Schertel and Talkanitsa met at challenger bank N26, whose founder, Max Tayenthal, is now one of their investors alongside VC firms Blossom Capital and Earlybird VC.
The co-founders learned a crucial lesson at N26: financial infrastructure leaves no space for mistakes. “You have to invest a lot in reliability,” Schertel said.
Finmid has an API that connects several data points from the platform, and can also plug in other sources of information on the prospective borrower, like a bank would do.
To make the user experience more fluid, finmid can let its clients display pre-approved capital offers that end users can decide to take or not.
The company also offers a product called B2B Payments that allows partners to finance trading between their users.

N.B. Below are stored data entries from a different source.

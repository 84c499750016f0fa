// The energy-ordered duplicate search (src/landscape/duplicate-rounds.ts) against the collapse rule on the full
// matrix (src/landscape/collapse.ts: visit order, nearest kept structure within the tolerance, ties to the one
// visited first), with composition classes: structures of different classes are never duplicates, however close
// (DESIGN: a near-zero EMD between different compositions is a flag, not a merge), and each structure's nearest
// structure of another class within the tolerance is reported. Invented PDDs with clusters of noisy copies, exact
// duplicates and long chains of structures each within the tolerance of the next (the worst case for rounds).
import { describe, expect, it } from 'vitest';
import { emd } from '../src/metric/emd.js';
import { buildIndex, packItems } from '../src/metric/packed.js';
import { PairStore } from '../src/metric/pair-store.js';
import { WorkerPool } from '../src/parallel/pool.js';
import { findDuplicates } from '../src/landscape/duplicate-rounds.js';
import { collapseDuplicates, visitOrder } from '../src/landscape/collapse.js';
import type { Pdd } from '../src/types.js';
import { makePdd, randomPdd, rng } from './metric-random.js';

const K = 8;

function structures(seed: number, count: number): { pdds: Pdd[]; energy: number[] } {
  const rand = rng(seed);
  const centres = Array.from({ length: 12 }, () => randomPdd(rand, 2 + Math.floor(rand() * 4), K, () => 1 + 3 * rand()));
  const pdds: Pdd[] = [];
  const energy: number[] = [];
  while (pdds.length < count) {
    const r = rand();
    if (r < 0.7) {
      // A noisy copy of a centre (or, now and then, an exact copy of an earlier structure).
      if (rand() < 0.1 && pdds.length > 0) pdds.push({ ...pdds[Math.floor(rand() * pdds.length)] });
      else {
        const c = centres[Math.floor(rand() * centres.length)];
        const n = c.weights.length;
        pdds.push(makePdd(Array.from({ length: n }, (_, i) => Array.from(c.rows.subarray(i * K, i * K + K), (x) => x + 0.02 * (rand() - 0.5))), Array.from(c.weights)));
      }
    } else {
      // A chain: each step 0.6 of the tolerance from the last, so structures depend on their predecessors.
      const base = pdds.length > 0 ? pdds[pdds.length - 1] : centres[0];
      pdds.push({ k: K, rows: base.rows.map((x) => x + 0.6 * 0.05), weights: base.weights.slice() });
    }
    energy.push(Math.round(rand() * 50) / 10);
  }
  return { pdds, energy };
}

function brute(pdds: Pdd[], energy: number[], classOf: Int32Array | null, tol: number) {
  const n = pdds.length;
  const d = new Float64Array(n * n);
  for (let i = 0; i < n; i++) for (let j = i + 1; j < n; j++) d[i * n + j] = d[j * n + i] = emd(pdds[i], pdds[j]);
  const ei: number[] = [];
  const ej: number[] = [];
  const ed: number[] = [];
  for (let i = 0; i < n; i++)
    for (let j = i + 1; j < n; j++) if (d[i * n + j] <= tol && (!classOf || classOf[i] === classOf[j])) (ei.push(i), ej.push(j), ed.push(d[i * n + j]));
  const order = visitOrder(
    Array.from({ length: n }, (_, i) => i),
    energy,
  );
  const c = collapseDuplicates(n, order, { i: Int32Array.from(ei), j: Int32Array.from(ej), d: Float64Array.from(ed) }, tol);
  const other = new Int32Array(n).fill(-1);
  for (let i = 0; i < n && classOf; i++)
    for (let j = 0; j < n; j++) {
      if (classOf[j] === classOf[i] || d[i * n + j] > tol) continue;
      if (other[i] < 0 || d[i * n + j] < d[i * n + other[i]]) other[i] = j;
    }
  return { ...c, order, other, d };
}

describe('energy-ordered duplicate search', () => {
  const { pdds, energy } = structures(909, 260);
  const tol = 0.05;
  for (const threads of [1, 2])
    for (const withClasses of [false, true]) {
      it(`equals the collapse rule on the full matrix, ${threads} thread(s), ${withClasses ? 'three composition classes' : 'one class'}`, async () => {
        const rand = rng(4242);
        const classOf = withClasses ? Int32Array.from(pdds, () => Math.floor(rand() * 3)) : null;
        const ref = brute(pdds, energy, classOf, tol);
        const set = packItems(pdds.map((pdd) => ({ pdd })), threads > 1);
        const pool = new WorkerPool(threads);
        try {
          const store = new PairStore();
          const got = await findDuplicates({ set, index: buildIndex(set, threads > 1), order: ref.order, classOf, toleranceAngstrom: tol, store, pool });
          expect(got.kept).toEqual(ref.kept);
          expect(Array.from(got.keptOf)).toEqual(Array.from(ref.keptOf));
          expect(Array.from(got.distanceToKept)).toEqual(Array.from(ref.distanceToKept));
          // Far fewer EMDs than pairs within reach; chains need several rounds.
          expect(got.emdEvaluations).toBeLessThan((pdds.length * (pdds.length - 1)) / 2 / 10);
          expect(got.rounds).toBeGreaterThan(1);
          if (classOf) {
            // Never a duplicate across classes; some pairs across classes lie within the tolerance (the flag cases).
            for (let i = 0; i < pdds.length; i++) expect(classOf[got.keptOf[i]]).toBe(classOf[i]);
            expect(Array.from(got.otherClass)).toEqual(Array.from(ref.other));
            for (let i = 0; i < pdds.length; i++) if (ref.other[i] >= 0) expect(got.otherClassDistance[i]).toBe(ref.d[i * pdds.length + ref.other[i]]);
            // Every pair of different classes within the tolerance (what the other-chemistry flag counts).
            const n = pdds.length;
            const want: string[] = [];
            for (let i = 0; i < n; i++) for (let j = i + 1; j < n; j++) if (classOf[i] !== classOf[j] && ref.d[i * n + j] <= tol) want.push(`${i},${j},${ref.d[i * n + j]}`);
            expect(Array.from(got.otherPairs.i, (i, t) => `${i},${got.otherPairs.j[t]},${got.otherPairs.d[t]}`).sort()).toEqual(want.sort());
            expect(Array.from(ref.other).filter((x) => x >= 0).length).toBeGreaterThan(10);
          } else expect(Array.from(got.otherClass).every((x) => x === -1)).toBe(true);
        } finally {
          await pool.close();
        }
      }, 120_000);
    }
});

Marketplaces such as Frupro (for fruits and vegetables), VonWood (for timber), and Vanilla Steel (for metal) use this product.
The new money will go towards hiring, and Schertel said the startup is looking for people with deep experience in specific areas, especially finance.
The company is also looking to expand into other countries. First on the list is Italy, but there are no plans to open an office there, Schertel said. Talkanitsa spends half his time in Vienna, and finmid has an office in Berlin.